::: Material for the task

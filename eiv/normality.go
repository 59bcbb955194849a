package eiv

import (
	"math"
	"slices"

	"gonum.org/v1/gonum/stat/distuv"
)

// TestResult is the outcome of a hypothesis test.
type TestResult struct {
	Statistic float64
	PValue    float64
	// Detail names the variant (for example "two-sided, normal approximation").
	Detail string
}

// ShapiroWilk returns the Shapiro–Wilk W statistic and its p-value by
// Royston's (1995, Appl. Stat. 44:547, algorithm AS R94) approximations,
// for 3 ≤ n ≤ 5000:
//
//	m_i = Φ⁻¹((i − 3/8)/(n + 1/4)),  u = 1/√n
//	a_n = m_n/‖m‖ + 0.221157u − 0.147981u² − 2.071190u³ + 4.434685u⁴ − 2.706056u⁵
//	a_{n−1} = m_{n−1}/‖m‖ + 0.042981u − 0.293762u² − 1.752461u³ + 5.682633u⁴ − 3.582633u⁵
//	a_i = m_i/√φ otherwise, with φ normalising Σa² = 1 (a antisymmetric)
//	W = (Σ a_i x₍ᵢ₎)² / Σ(x_i − x̄)²
//
// The p-value uses the exact form for n = 3 and Royston's normalising
// transformations of log(1 − W) for n ≥ 4.
func ShapiroWilk(x []float64) (TestResult, error) {
	n := len(x)
	if n < 3 {
		return TestResult{}, ErrTooFewPoints
	}
	if n > 5000 {
		return TestResult{}, &OptionError{Option: "n", Reason: "Shapiro–Wilk's approximations hold for n ≤ 5000"}
	}
	s := slices.Clone(x)
	slices.Sort(s)
	if s[n-1]-s[0] <= 0 {
		return TestResult{}, ErrDegenerate
	}
	a := swCoefficients(n)
	var mean float64
	for _, v := range s {
		mean += v
	}
	mean /= float64(n)
	var num, ss float64
	for i, v := range s {
		num += a[i] * (v - mean)
		ss += (v - mean) * (v - mean)
	}
	w := num * num / ss
	w = math.Min(w, 1)
	return TestResult{Statistic: w, PValue: swPValue(w, n), Detail: "Royston (1995) AS R94"}, nil
}

func poly(c []float64, x float64) float64 {
	r := 0.0
	for i := len(c) - 1; i >= 0; i-- {
		r = r*x + c[i]
	}
	return r
}

// swCoefficients returns the antisymmetric coefficients a_1..a_n (a_1 < 0).
func swCoefficients(n int) []float64 {
	a := make([]float64, n)
	if n == 3 {
		a[0], a[2] = -math.Sqrt(0.5), math.Sqrt(0.5)
		return a
	}
	m := make([]float64, n)
	var mm float64
	an25 := float64(n) + 0.25
	for i := range n {
		m[i] = distuv.UnitNormal.Quantile((float64(i+1) - 0.375) / an25)
		mm += m[i] * m[i]
	}
	u := 1 / math.Sqrt(float64(n))
	rm := math.Sqrt(mm)
	an := m[n-1]/rm + poly([]float64{0, 0.221157, -0.147981, -2.071190, 4.434685, -2.706056}, u)
	var phi float64
	a[n-1], a[0] = an, -an
	first := 1
	if n > 5 {
		an1 := m[n-2]/rm + poly([]float64{0, 0.042981, -0.293762, -1.752461, 5.682633, -3.582633}, u)
		a[n-2], a[1] = an1, -an1
		phi = (mm - 2*m[n-1]*m[n-1] - 2*m[n-2]*m[n-2]) / (1 - 2*an*an - 2*an1*an1)
		first = 2
	} else {
		phi = (mm - 2*m[n-1]*m[n-1]) / (1 - 2*an*an)
	}
	rp := math.Sqrt(phi)
	for i := first; i < n-first; i++ {
		a[i] = m[i] / rp
	}
	return a
}

func swPValue(w float64, n int) float64 {
	if n == 3 {
		// Exact for n = 3 (Royston 1995): p = (6/π)(asin √W − asin √(3/4)).
		p := 6 / math.Pi * (math.Asin(math.Sqrt(w)) - math.Asin(math.Sqrt(0.75)))
		return math.Max(0, math.Min(1, p))
	}
	an := float64(n)
	y := math.Log1p(-w)
	var mu, sigma float64
	if n <= 11 {
		gamma := poly([]float64{-2.273, 0.459}, an)
		if y >= gamma {
			return 1e-99 // W so small that the transformation leaves its range
		}
		y = -math.Log(gamma - y)
		mu = poly([]float64{0.5440, -0.39978, 0.025054, -6.714e-4}, an)
		sigma = math.Exp(poly([]float64{1.3822, -0.77857, 0.062767, -0.0020322}, an))
	} else {
		ln := math.Log(an)
		mu = poly([]float64{-1.5861, -0.31082, -0.083751, 0.0038915}, ln)
		sigma = math.Exp(poly([]float64{-0.4803, -0.082676, 0.0030302}, ln))
	}
	return normalSF((y - mu) / sigma)
}

// QQPoint is one point of a normal Q-Q plot.
type QQPoint struct {
	Theoretical float64 // standard normal quantile at the plotting position
	Sample      float64 // the ordered standardized value
	Index       int     // index of the value in the input
}

// NormalQQ returns the standardized values (z = (v − mean)/SD) in order
// against the standard normal quantiles at Blom's plotting positions
// (i − 3/8)/(n + 1/4), with the reference line of slope 1 through 0.
func NormalQQ(v []float64) []QQPoint {
	n := len(v)
	if n < 2 {
		return nil
	}
	z := standardizer(v)
	// The points are sorted in place by value (ties in input order), with
	// no index array beside them.
	out := make([]QQPoint, n)
	for i, x := range v {
		out[i] = QQPoint{Sample: z(x), Index: i}
	}
	slices.SortStableFunc(out, func(a, b QQPoint) int { return cmpFloat(v[a.Index], v[b.Index]) })
	for r := range out {
		out[r].Theoretical = BlomQuantile(r, n)
	}
	return out
}

// NormalQQSample is the Sample of NormalQQ's points without their
// indices: the standardized values in ascending order, point r against
// BlomQuantile(r, n) (a third of NormalQQ's memory).
func NormalQQSample(v []float64) []float64 {
	if len(v) < 2 {
		return nil
	}
	z := standardizer(v)
	s := slices.Clone(v)
	slices.Sort(s) // z is increasing, so the order of v is the order of z
	for i, x := range s {
		s[i] = z(x)
	}
	return s
}

// BlomQuantile is the standard normal quantile at Blom's plotting
// position (r + 1 − 3/8)/(n + 1/4) of the r-th (from 0) of n ordered
// values.
func BlomQuantile(r, n int) float64 {
	return distuv.UnitNormal.Quantile((float64(r+1) - 0.375) / (float64(n) + 0.25))
}

// standardizer returns z(x) = (x − mean)/SD of v (0 when the SD is 0).
func standardizer(v []float64) func(float64) float64 {
	n := len(v)
	var mean float64
	for _, x := range v {
		mean += x
	}
	mean /= float64(n)
	var ss float64
	for _, x := range v {
		ss += (x - mean) * (x - mean)
	}
	sd := math.Sqrt(ss / float64(n-1))
	return func(x float64) float64 {
		if sd > 0 {
			return (x - mean) / sd
		}
		return 0
	}
}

::::::

▶ _The problem_:
Within the records above, work out on how many lines the string "normalising" appears, and give only that number.

▶ _Final answer_:
2